In that moment of realization, the true purpose of the activity revealed itself.

“Because you’ve instinctively answered these seemingly random questions, the story that emerges is a very personal story,” said Chaturvedi.

According to Erlina Ortiz, resident playwright at Power Street, sharing personal anecdotes is a common building block to construct the bridges that connect people to one another and form community.

“Everybody has a story,” she said.

One of the first prompts Ortiz had her Tuesday evening playwriting class complete asked students about a time they felt they didn’t belong.

“Everyone knows a time, and it’s very visceral and easy to tie into those feelings,” she said.

For the purpose of her class, Ortiz showed her students how they could direct those feelings into writing a play, but at a deeper level she was connecting everyone in her class to one another in the same way Sanchez did for her experimental theatre class with the 40 questions exercise.

Tierra y Cuerpo is a program designed to both teach adults the basics of theater writing and performance, but also to bring together people from all different backgrounds. Though classes are held in West Kensington, there are participants from South Jersey and the Philadelphia suburbs. Even for the students from the neighborhood, it gives them more familiar faces to look for while navigating their days.

“People here are meeting for the first time,” said Ortiz. “Now they know each other.”

For playwriting student H.C. Davis, thanks to the sharing activities, her classmates now feel like family.

“I’ve been coming here a few weeks, and I can already feel like I have brothers and sisters and uncles—even the uncles you don’t want to see all the time,” she said.

Chaturvedi shared the same sentiment about her peers in the experimental theater class.

“I feel like I’ve known them way longer than I have,” she said.

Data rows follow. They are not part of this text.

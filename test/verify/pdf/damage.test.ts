import fc from 'fast-check';
import { beforeAll, expect, test } from 'vitest';
import { concat, utf8 } from '../../../src/lib/base';
import { checkPdf, readPdf } from '../../../src/lib/verify';
import { makeSigners, RECORD, signThree } from '../../support/small-dossier';
import { appendUnsigned, latin1, stream } from '../../support/tamper';
import { makeTestSite, testTrustList, type TestSite } from '../../support/test-site';

type Bytes = Uint8Array<ArrayBuffer>;

let site: TestSite;
let dossier: Bytes;

beforeAll(async () => {
	site = await makeTestSite();
	[, , , dossier] = await signThree(site, await makeSigners(site));
});

const judge = (bytes: Bytes) =>
	checkPdf(readPdf(bytes), {
		root: site.root.certificate.der,
		trustList: testTrustList(site),
		now: '2026-06-01T00:00:00Z',
	});

const bytesOf = (text: string): Bytes => new Uint8Array(Buffer.from(text, 'latin1'));

/** Every occurrence, and as many bytes as before. */
const edit = (from: string, to: string): Bytes => bytesOf(latin1(dossier).replaceAll(from, to));

test('a dossier cut off at any sixty-fourth of its length fails, and says at which byte it ends too early', async () => {
	for (let part = 1; part < 64; part++) {
		const report = await judge(dossier.slice(0, Math.floor((dossier.length * part) / 64)));
		expect(report).toMatchObject({ class: 'TOTAL-FAILED', sub: 'FORMAT_FAILURE', outcome: 'failed' });
		const [first] = report.checks.filter(({ outcome }) => outcome !== 'passed');
		expect(first?.because).toMatch(/^At byte \d+ it is damaged: .+ expected\.$|^\d+ bytes follow the last %%EOF\.$/);
	}
});

test('[PS9] a dossier with any one byte changed never passes', async () => {
	await fc.assert(
		fc.asyncProperty(fc.nat(dossier.length - 1), fc.integer({ min: 1, max: 255 }), async (at, mask) => {
			const changed = dossier.slice();
			changed[at] = changed[at]! ^ mask;
			const report = await judge(changed);
			expect(report.class).not.toBe('TOTAL-PASSED');
			expect(report.checks.some(({ outcome }) => outcome !== 'passed')).toBe(true);
		}),
		{ numRuns: Number(process.env.FUZZ_RUNS ?? 250) },
	);
});

test('a dossier with a piece taken out, doubled or filled with noise never passes', async () => {
	const piece = fc.tuple(
		fc.nat(dossier.length - 1),
		fc.integer({ min: 1, max: 2000 }),
		fc.uint8Array({ maxLength: 200 }),
	);
	await fc.assert(
		fc.asyncProperty(piece, fc.constantFrom('out', 'twice', 'noise'), async ([at, length, noise], how) => {
			const [before, here, after] = [
				dossier.subarray(0, at),
				dossier.subarray(at, at + length),
				dossier.subarray(at + length),
			];
			const middle = { out: new Uint8Array(), twice: concat(here, here), noise: Uint8Array.from(noise) }[how];
			fc.pre(Buffer.compare(middle, here) !== 0);
			expect((await judge(concat(before, middle, after))).class).not.toBe('TOTAL-PASSED');
		}),
		{ numRuns: 200 },
	);
});

test('bytes that are no PDF are told apart from a damaged one', () => {
	expect(readPdf(utf8('{"kind":"start-up opened"}'))).toMatchObject({ isPdf: false, attachments: [] });
	expect(readPdf(new Uint8Array())).toMatchObject({ isPdf: false });
	expect(readPdf(utf8('%PDF-1.7\n'))).toMatchObject({ isPdf: true, file: undefined });
});

/** Where reading stopped and why. */
const stopped = (bytes: Bytes) => readPdf(bytes).checks[0];

test('cross-references that lead in a circle are refused where they turn back', () => {
	const text = latin1(dossier);
	const last = Number(/startxref\n(\d+)\n%%EOF\n$/.exec(text)![1]);
	const previous = /\/Prev (\d+)/.exec(text.slice(last))![1]!;
	const circle =
		text.slice(0, last) +
		text.slice(last).replace(`/Prev ${previous}`, `/Prev ${String(last).padEnd(previous.length)}`);
	expect(stopped(bytesOf(circle))).toMatchObject({
		outcome: 'failed',
		facts: { expected: 'cross-references of an earlier state' },
	});
});

test('[PS9] an update that takes an object away is refused', () => {
	const update = appendUnsigned(dossier, [{ number: 5, body: 'null' }]);
	const hidden = bytesOf(
		latin1(update).replace(/(\d{10}) 00000 n \ntrailer(?![\s\S]*trailer)/, '0000000000 00001 f \ntrailer'),
	);
	expect(stopped(hidden)?.because).toContain('takes an object away');
});

test('[PS9] an object that no cross-reference names is refused, wherever it lies', () => {
	const update = latin1(
		appendUnsigned(dossier, [
			{ number: 90, body: '<< /Hidden true >>' },
			{ number: 91, body: 'null' },
		]),
	);
	const unnamed = (number: number) =>
		stopped(bytesOf(update.replace(new RegExp(`${number} 1\\n\\d{10} 00000 n \\n`), '')));
	expect(unnamed(90)?.because).toMatch(/object 91, which the cross-references put at byte \d+ expected/);
	expect(unnamed(91)?.because).toMatch(/the cross-references, which startxref puts at byte \d+ expected/);
});

test('nesting beyond sixty-four levels is refused, however deep it goes', () => {
	const deep = `${'['.repeat(100_000)}${']'.repeat(100_000)}`;
	expect(stopped(appendUnsigned(dossier, [{ number: 90, body: deep }]))?.facts.expected).toBe('nesting of at most 64');
});

test('[PS9] a dictionary with a key twice is refused: two readers would read two things', () => {
	expect(stopped(appendUnsigned(dossier, [{ number: 90, body: '<< /A 1 /A 2 >>' }]))?.facts.expected).toBe(
		'no second key A',
	);
});

test('a stream whose length is the length of another stream is refused', () => {
	const turned = [
		{ number: 90, body: stream('x').replace('/Length 1', '/Length 91 0 R') },
		{ number: 91, body: stream('x').replace('/Length 1', '/Length 90 0 R') },
	];
	expect(stopped(appendUnsigned(dossier, turned))?.facts.expected).toBe('the length of a stream');
});

/** A whole file of these objects, the first of which is the root: what a stranger may hand in. */
function fileOf(...bodies: readonly string[]): Bytes {
	let text = '%PDF-1.7\n';
	const entries = bodies.map((body, i) => {
		const entry = `${String(text.length).padStart(10, '0')} 00000 n \n`;
		text += `${i + 1} 0 obj\n${body}\nendobj\n`;
		return entry;
	});
	const xref = `xref\n0 ${bodies.length + 1}\n0000000000 65535 f \n${entries.join('')}`;
	return bytesOf(
		`${text}${xref}trailer\n<< /Size ${bodies.length + 1} /Root 1 0 R >>\nstartxref\n${text.length}\n%%EOF\n`,
	);
}

const attachmentsOf = (bytes: Bytes) => readPdf(bytes).checks.find(({ name }) => name === 'attachments');

test('[PS8] a tree of attachments that grows into itself is refused, and not climbed for ever', () => {
	const kids = `<< /Kids [${'2 0 R '.repeat(50)}] >>`;
	const circle = fileOf('<< /Names << /EmbeddedFiles 2 0 R >> >>', kids);
	expect(attachmentsOf(circle)).toMatchObject({ outcome: 'failed', facts: { expected: 'a tree' } });
	const twice = fileOf('<< /Names << /EmbeddedFiles << /Kids [2 0 R 2 0 R] >> >> >>', '<< /Names [] >>');
	expect(attachmentsOf(twice)).toMatchObject({ outcome: 'failed', facts: { expected: 'a tree' } });
});

test('[PS8] two attachments of one name, one without bytes and one packed in an unknown way are refused', () => {
	const naming = (specifications: string) => `<< /Names << /EmbeddedFiles << /Names [${specifications}] >> >> >>`;
	const good = '(a) << /UF (a.txt) /EF << /F 2 0 R >> >>';
	expect(readPdf(fileOf(naming(good), stream('hello'))).attachments).toEqual([
		{ name: 'a.txt', mediaType: undefined, bytes: utf8('hello') },
	]);
	expect(attachmentsOf(fileOf(naming(`${good} ${good}`), stream('hello')))?.facts.expected).toBe(
		'one attachment named a.txt',
	);
	expect(attachmentsOf(fileOf(naming(good.replace('2 0 R', '9 0 R')), stream('hello')))?.facts.expected).toBe(
		'the bytes of a.txt',
	);
	const packed = fileOf(naming(good), stream('hello', '/Filter /LZWDecode'));
	expect(attachmentsOf(packed)?.facts.expected).toBe('FlateDecode and no other filter');
	const torn = fileOf(naming(good), stream('hello', '/Filter /FlateDecode'));
	expect(attachmentsOf(torn)?.facts.expected).toMatch(/^packed bytes/);
});

test('[PS1] a file with a form of another kind, or without fields, is no dossier', async () => {
	const none = await judge(fileOf('<< /Type /Catalog >>'));
	expect(none).toMatchObject({ class: 'TOTAL-FAILED', signatures: [] });
	expect(none.checks.find(({ name }) => name === 'a signature is asked for')).toMatchObject({ outcome: 'failed' });
	const text = fileOf('<< /AcroForm << /Fields [2 0 R] >> >>', '<< /FT /Tx /T (name) >>');
	expect(
		readPdf(text).checks.find(({ name }) => name === 'form holds signature fields and nothing else')?.outcome,
	).toBe('failed');
});

test('[PS1] a program, a launch, a form script and encryption are named with the object that holds them', () => {
	for (const [body, what] of [
		['<< /S /JavaScript /JS (app.alert) >>', 'JS in object 90, JavaScript in object 90'],
		['<< /S /Launch /F (calc) >>', 'Launch in object 90'],
		['<< /AA << >> >>', 'AA in object 90'],
		[stream('1 0 << >>', '/Type /ObjStm /N 1 /First 4'), 'ObjStm in object 90'],
	] as const) {
		const active = readPdf(appendUnsigned(dossier, [{ number: 90, body }])).checks;
		expect(active.find(({ name }) => name === 'nothing in it acts')).toMatchObject({
			outcome: 'failed',
			facts: { found: what },
		});
	}
});

test('[PS4] a signature of other bytes than the whole file fails by its range', async () => {
	const text = latin1(dossier);
	const range = /\/ByteRange \[0 (\d+) +(\d+) +(\d+) +\]/.exec(text)!;
	const shorter = range[0].replace(range[3]!, String(Number(range[3]) - 1));
	const report = await judge(edit(range[0], shorter));
	expect(report.signatures[0]?.checks[0]).toMatchObject({
		name: 'covers the whole file as it was signed',
		outcome: 'failed',
	});
});

test('[PS8] the record comes out of the dossier byte for byte', () => {
	expect(readPdf(dossier).attachments).toEqual([
		{ name: 'record.ndjson', mediaType: 'application/x-ndjson', bytes: RECORD },
	]);
});
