"""Nitrogen in bottles as a real gas, by CoolProp: writes test/vectors/stock.

Run from the top of the repository:  python test/reference/stock/stock.py
"""

import json
import pathlib
import random

from CoolProp.CoolProp import PropsSI

FOLDER = pathlib.Path("test/vectors/stock")
R = 8.31446261815324
M = 28.0134e-3
V_M = R * 273.15 / 101325
rng = random.Random(1899)


def write(name, content):
    (FOLDER / name).write_text(json.dumps(content, indent="\t") + "\n", encoding="utf-8")


def moles(p, T):
    """Moles in a cubic metre; CoolProp counts in moles itself, so that its own molar mass does not matter."""
    return PropsSI("Dmolar", "T", T, "P", p, "Nitrogen")


def Z(p, T):
    return p / (moles(p, T) * R * T)


points = [(p * 1e5, round(t + 273.15, 2)) for t in (-20, 0, 15, 20, 30, 50) for p in (1.01325, 20, 50, 100, 150, 200, 250, 300)]
points += [(rng.uniform(1e5, 3.1e7), rng.uniform(253.15, 323.15)) for _ in range(60)]
write("nitrogen-compressibility.json", [{"p": p, "T": T, "Z": Z(p, T)} for p, T in points])

bottles = []
for n, litres, bar, least, celsius in [(1, 50, 200, 5, 15), (1, 50, 300, 5, 15), (12, 50, 185, 5, 15), (16, 80, 90, 10, -15), (1, 20000, 15, 5, 15)]:
    T, V = celsius + 273.15, n * litres / 1000
    high, low = moles(bar * 1e5 + 101325, T) * V, moles(least * 1e5 + 101325, T) * V
    bottles.append(
        {"bottles": n, "litres": litres, "bar": bar, "least": least, "celsius": celsius,
         "content": high * V_M, "usable": (high - low) * V_M, "mass": high * M}
    )
write("bottles.json", bottles)
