import { afterAll, beforeAll, describe, expect, test } from 'vitest';
import { concat, toBase64, toHex } from '../../../src/lib/base';
import { signIncrement, type ClosingSignature, type Ink } from '../../../src/lib/dossier';
import { enrolPerson, webRandom } from '../../../src/lib/identity';
import { checkPdf, readPdf } from '../../../src/lib/verify';
import { PdfJudges, readPdfsig } from '../../support/pdf-judges';
import { closing, makeBase, makeSigners, signThree, type Signers } from '../../support/small-dossier';
import { latin1 } from '../../support/tamper';
import { makeTestSite, testTrustList, value, type TestSite } from '../../support/test-site';

type Bytes = Uint8Array<ArrayBuffer>;

let site: TestSite;
let signers: Signers;
let two: Bytes;
let three: Bytes;
let judges: PdfJudges;

beforeAll(async () => {
	site = await makeTestSite();
	signers = await makeSigners(site);
	[, , two, three] = await signThree(site, signers);
	judges = new PdfJudges(site.root.certificate.der);
});

afterAll(() => judges.dismiss());

const judge = (bytes: Bytes) =>
	checkPdf(readPdf(bytes), {
		root: site.root.certificate.der,
		trustList: testTrustList(site),
		now: '2026-06-01T00:00:00Z',
	});

/** Outcome, and the checks of the last signature that did not pass. */
async function complaints(bytes: Bytes) {
	const { outcome, checks } = await judge(bytes);
	return [outcome, ...checks.filter((check) => check.outcome !== 'passed').map(({ name }) => name)];
}

/** Changes the last place where a text stands, and keeps the length. */
function editLast(from: RegExp, to: (found: string) => string): Bytes {
	const text = latin1(three);
	const found = [...text.matchAll(new RegExp(from, 'g'))].at(-1)!;
	const changed = to(found[0]).padEnd(found[0].length).slice(0, found[0].length);
	return new Uint8Array(
		Buffer.from(text.slice(0, found.index) + changed + text.slice(found.index + found[0].length), 'latin1'),
	);
}

const CONTENTS = /\/Contents <[0-9a-f]+>/;
const DIGEST = 'bytes are those that were signed';
const UPDATE = 'update 3 is one signature and nothing else';
const COVERS = 'covers the whole file as it was signed';
const READ = 'signature can be read';

describe('[PS3] [PS4] [PS5] a signature that some readers take for none, or for a good one', () => {
	test.each([
		['without contents', CONTENTS, () => '', [UPDATE, COVERS, READ]],
		['with null as its contents', CONTENTS, () => '/Contents null', [COVERS, READ]],
		[
			'with nothing but zeros as its contents',
			CONTENTS,
			(all: string) => `/Contents <${'0'.repeat(all.length - 12)}>`,
			[READ],
		],
		[
			'with its contents as a text in brackets',
			CONTENTS,
			(all: string) => `/Contents (${all.slice(11, -1)})`,
			[COVERS],
		],
		[
			'with capital letters in its contents',
			CONTENTS,
			(all: string) => all.toUpperCase().replace('/CONTENTS', '/Contents'),
			[READ],
		],
		['without a range', /\/ByteRange \[[\d ]+\]/, () => '', [UPDATE, COVERS]],
		['with a range of nothing', /\/ByteRange \[[\d ]+\]/, () => '/ByteRange [0 0 0 0]', [COVERS]],
		['with a negative range', /\/ByteRange \[0 \d+/, (all: string) => all.replace('[0 ', '[-1'), [COVERS]],
		['of another form', /\/ETSI\.CAdES\.detached/, () => '/adbe.pkcs7.detached', [UPDATE]],
		['without its lock', /\/Action \/All/, () => '/Action /Not', [UPDATE]],
	] as const)('%s fails', async (_, from, to, expected) => {
		const [outcome, ...found] = await complaints(editLast(from, to));
		expect(outcome).toBe('failed');
		expect(found).toEqual(expect.arrayContaining([...expected]));
	});

	test('with the contents of another signature of the same file fails over its digest', async () => {
		const [first] = CONTENTS.exec(latin1(three))!;
		expect(await complaints(editLast(CONTENTS, () => first))).toEqual(expect.arrayContaining(['failed', DIGEST]));
	});

	test('that OpenSSL made with attributes of its own is good to other readers, and is not read here', async () => {
		const pair = await crypto.subtle.generateKey({ name: 'ECDSA', namedCurve: 'P-256' }, true, ['sign', 'verify']);
		const [pkcs8, spki] = [
			await crypto.subtle.exportKey('pkcs8', pair.privateKey),
			await crypto.subtle.exportKey('spki', pair.publicKey),
		];
		const certificate = await enrolCyra(toBase64(new Uint8Array(spki)));
		const [, from = 0, to = 0] = [...latin1(three).matchAll(/\/ByteRange \[0 (\d+) +(\d+)/g)].at(-1)!.map(Number);
		const signed = concat(three.subarray(0, from), three.subarray(to));
		const der = judges.opensslSign(signed, { certificate, pkcs8: new Uint8Array(pkcs8) });
		const pdf = editLast(CONTENTS, (all) => `/Contents <${toHex(der).padEnd(all.length - 12, '0')}>`);
		expect(readPdfsig(judges.pdfsig(pdf))).toEqual({ valid: 3, mismatch: 0, trusted: 3, total: 1 });
		const check = (await judge(pdf)).checks.find(({ name, outcome }) => name === READ && outcome === 'failed');
		expect(check).toMatchObject({ field: 'sig_accepted', sub: 'FORMAT_FAILURE' });
		expect(check?.because).toContain('content type, message digest and signing-certificate-v2, and no other attribute');
	});

	test('that carries a root with one changed byte fails, though nobody signed that byte', async () => {
		const root = toHex(site.root.certificate.der);
		const pdf = editLast(new RegExp(root), (found) => found.slice(0, -1) + (found.endsWith('0') ? '1' : '0'));
		expect(readPdfsig(judges.pdfsig(pdf))).toMatchObject({ valid: 3, total: 1 });
		expect(await complaints(pdf)).toEqual(['failed', 'certificates inside are those of the chain']);
	});

	test('that names another certificate than the one beside it, by its hash or by its number, fails', async () => {
		const { der, serial, fingerprint } = signers.sig_accepted.certificate;
		for (const named of [fingerprint, serial]) {
			// The certificate itself holds its number too: what is changed is the last place.
			const pdf = editLast(new RegExp(named), (found) => (found.startsWith('5') ? '6' : '5') + found.slice(1));
			expect(latin1(pdf)).toContain(toHex(der));
			expect(await complaints(pdf)).toEqual(expect.arrayContaining(['failed', 'certificate of the signer is inside']));
		}
	});
});

/** Enrols the third signer again, for a key that this test knows. */
async function enrolCyra(publicKey: string): Promise<Bytes> {
	const { subject, notBefore, notAfter } = signers.sig_accepted.certificate;
	if (subject.kind !== 'person') throw new Error('the third signer is a person');
	const { person, printedName, roles, device } = subject;
	const how = { person, printedName, roles, device, publicKey, validity: { notBefore, notAfter }, random: webRandom };
	return value(await enrolPerson(site.root, how)).der;
}

describe('[PS6] [C5] a person with a good certificate who signs what is not true', () => {
	/** A font that writes one text where another was meant. */
	const lying = (ink: Ink, meant: string, written: string): Ink => ({
		...ink,
		encode: (text) => ink.encode(text === meant ? written : text),
	});

	async function accepted(change: (signature: ClosingSignature, ink: Ink) => ClosingSignature): Promise<Bytes> {
		const { ink } = await makeBase();
		return value(await signIncrement(two, change(closing(site, signers.sig_accepted, 'sig_accepted', ink), ink)));
	}

	/** What every other reader says: nothing is wrong. */
	const FINE = { valid: 3, mismatch: 0, trusted: 3, total: 1 };
	const SHOWN = 'page shows who signed and when';

	test('under another name on the page fails, though every other reader is content', async () => {
		const pdf = await accepted((signature, ink) => ({
			...signature,
			inks: { regular: ink, strong: lying(ink, 'Cyra Example', 'Ada Example') },
		}));
		expect(readPdfsig(judges.pdfsig(pdf))).toEqual(FINE);
		expect(await complaints(pdf)).toEqual(['failed', SHOWN]);
	});

	test('with another time on the page than in the signature fails', async () => {
		const pdf = await accepted((signature, ink) => ({
			...signature,
			inks: { regular: ink, strong: lying(ink, '2026-05-14 19:41:40 +02:00', '2026-05-14 18:41:40 +02:00') },
		}));
		expect(readPdfsig(judges.pdfsig(pdf))).toEqual(FINE);
		expect(await complaints(pdf)).toEqual(['failed', SHOWN]);
	});

	test('with a time before the signature that it covers is undecided: one of two clocks is wrong', async () => {
		const pdf = await accepted((signature) => ({ ...signature, at: '2026-05-14T19:20:00+02:00' }));
		expect(await complaints(pdf)).toEqual(['undecided', 'clocks agree with the order of signing']);
	});

	test('with a time before the certificate, or one that has not come, is not believed', async () => {
		const early = await accepted((signature) => ({ ...signature, at: '2026-01-31T12:00:00Z' }));
		expect(await complaints(early)).toEqual(expect.arrayContaining(['failed', 'certificate was in its time']));
		const late = await accepted((signature) => ({ ...signature, at: '2026-06-02T12:00:00Z' }));
		expect(await complaints(late)).toEqual(expect.arrayContaining(['undecided', 'claimed time has come']));
	});

	test('with a key that is not the one of the certificate fails', async () => {
		const pdf = await accepted((signature) => ({
			...signature,
			sign: closing(site, signers.sig_reviewed, 'sig_accepted', signature.inks.regular).sign,
		}));
		expect(await complaints(pdf)).toEqual(['failed', 'key of the certificate made the signature']);
		expect(readPdfsig(judges.pdfsig(pdf))).toMatchObject({ valid: 2 });
	});
});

Davis also said it’s important to have a program in a community where art opportunities are limited and its residents don’t have an outlet for their experiences.

“When you grow up in an area like this you kind of have to have this suit of armor on,” she said. “But when you come here, you can take all those layers off and just show up as your authentic self.”

This again, hits a pillar of Tierra y Cuerpo and Power Street’s message. Ortiz and Sanchez lead lives enriched by theater, and they want to pass that on to as many as they can.

“I see what that [theatre] has done for my life and I want to make sure other people have that as well for free and no other reason than I know how important this is,” said Ortiz.

Charlyn Griffith, also known as the artist Oro Ori and a student in the experimental theater class, expanded upon the idea of community and Power Street’s ability to affect it with Tierra y Cuerpo. According to her, the program allows her to embrace and connect with the individuals and facets of identity within a single community.

“Here I’m able to connect with the immigrant part of myself. I’m able to connect with the Caribbean part, the very young part, an elder,” said Griffith. “This is a sort of microcosm community.”

In one class, students hear homages to hometowns, stories of love and loss, conflicts of modernity and tradition and struggles to fit in. By confronting those different experiences as different parts of a single community, the class’ participants can come to grips with the many differences and issues that make up their complex neighborhoods.

“It’s not us/them,” said Griffith, “it’s like: ‘Oh shit, we really do have a lot of nuance that needs to get addressed.”

And Griffith believes Sanchez and Ortiz are more than capable to address and overcome those differences.

“This thing that Power Street has embarked upon, this journey with the community, with the neighborhood, is the thing that communities deserve,” she said.

Students from Ortiz’s playwriting class and Sanchez’s experimental theater class will present their work on May 11 from 5 to 8 p.m. at Las Parceles Garden at 2248 N Palethorp Street. The event is the first part of Power Street Theatre Company’s larger Theatre Al Fresco showcase for the community, which also includes a Comedy Cabaret on June 1 and a Power Slam on Aug. 17. All events will also have open mic portions and are pay what you can.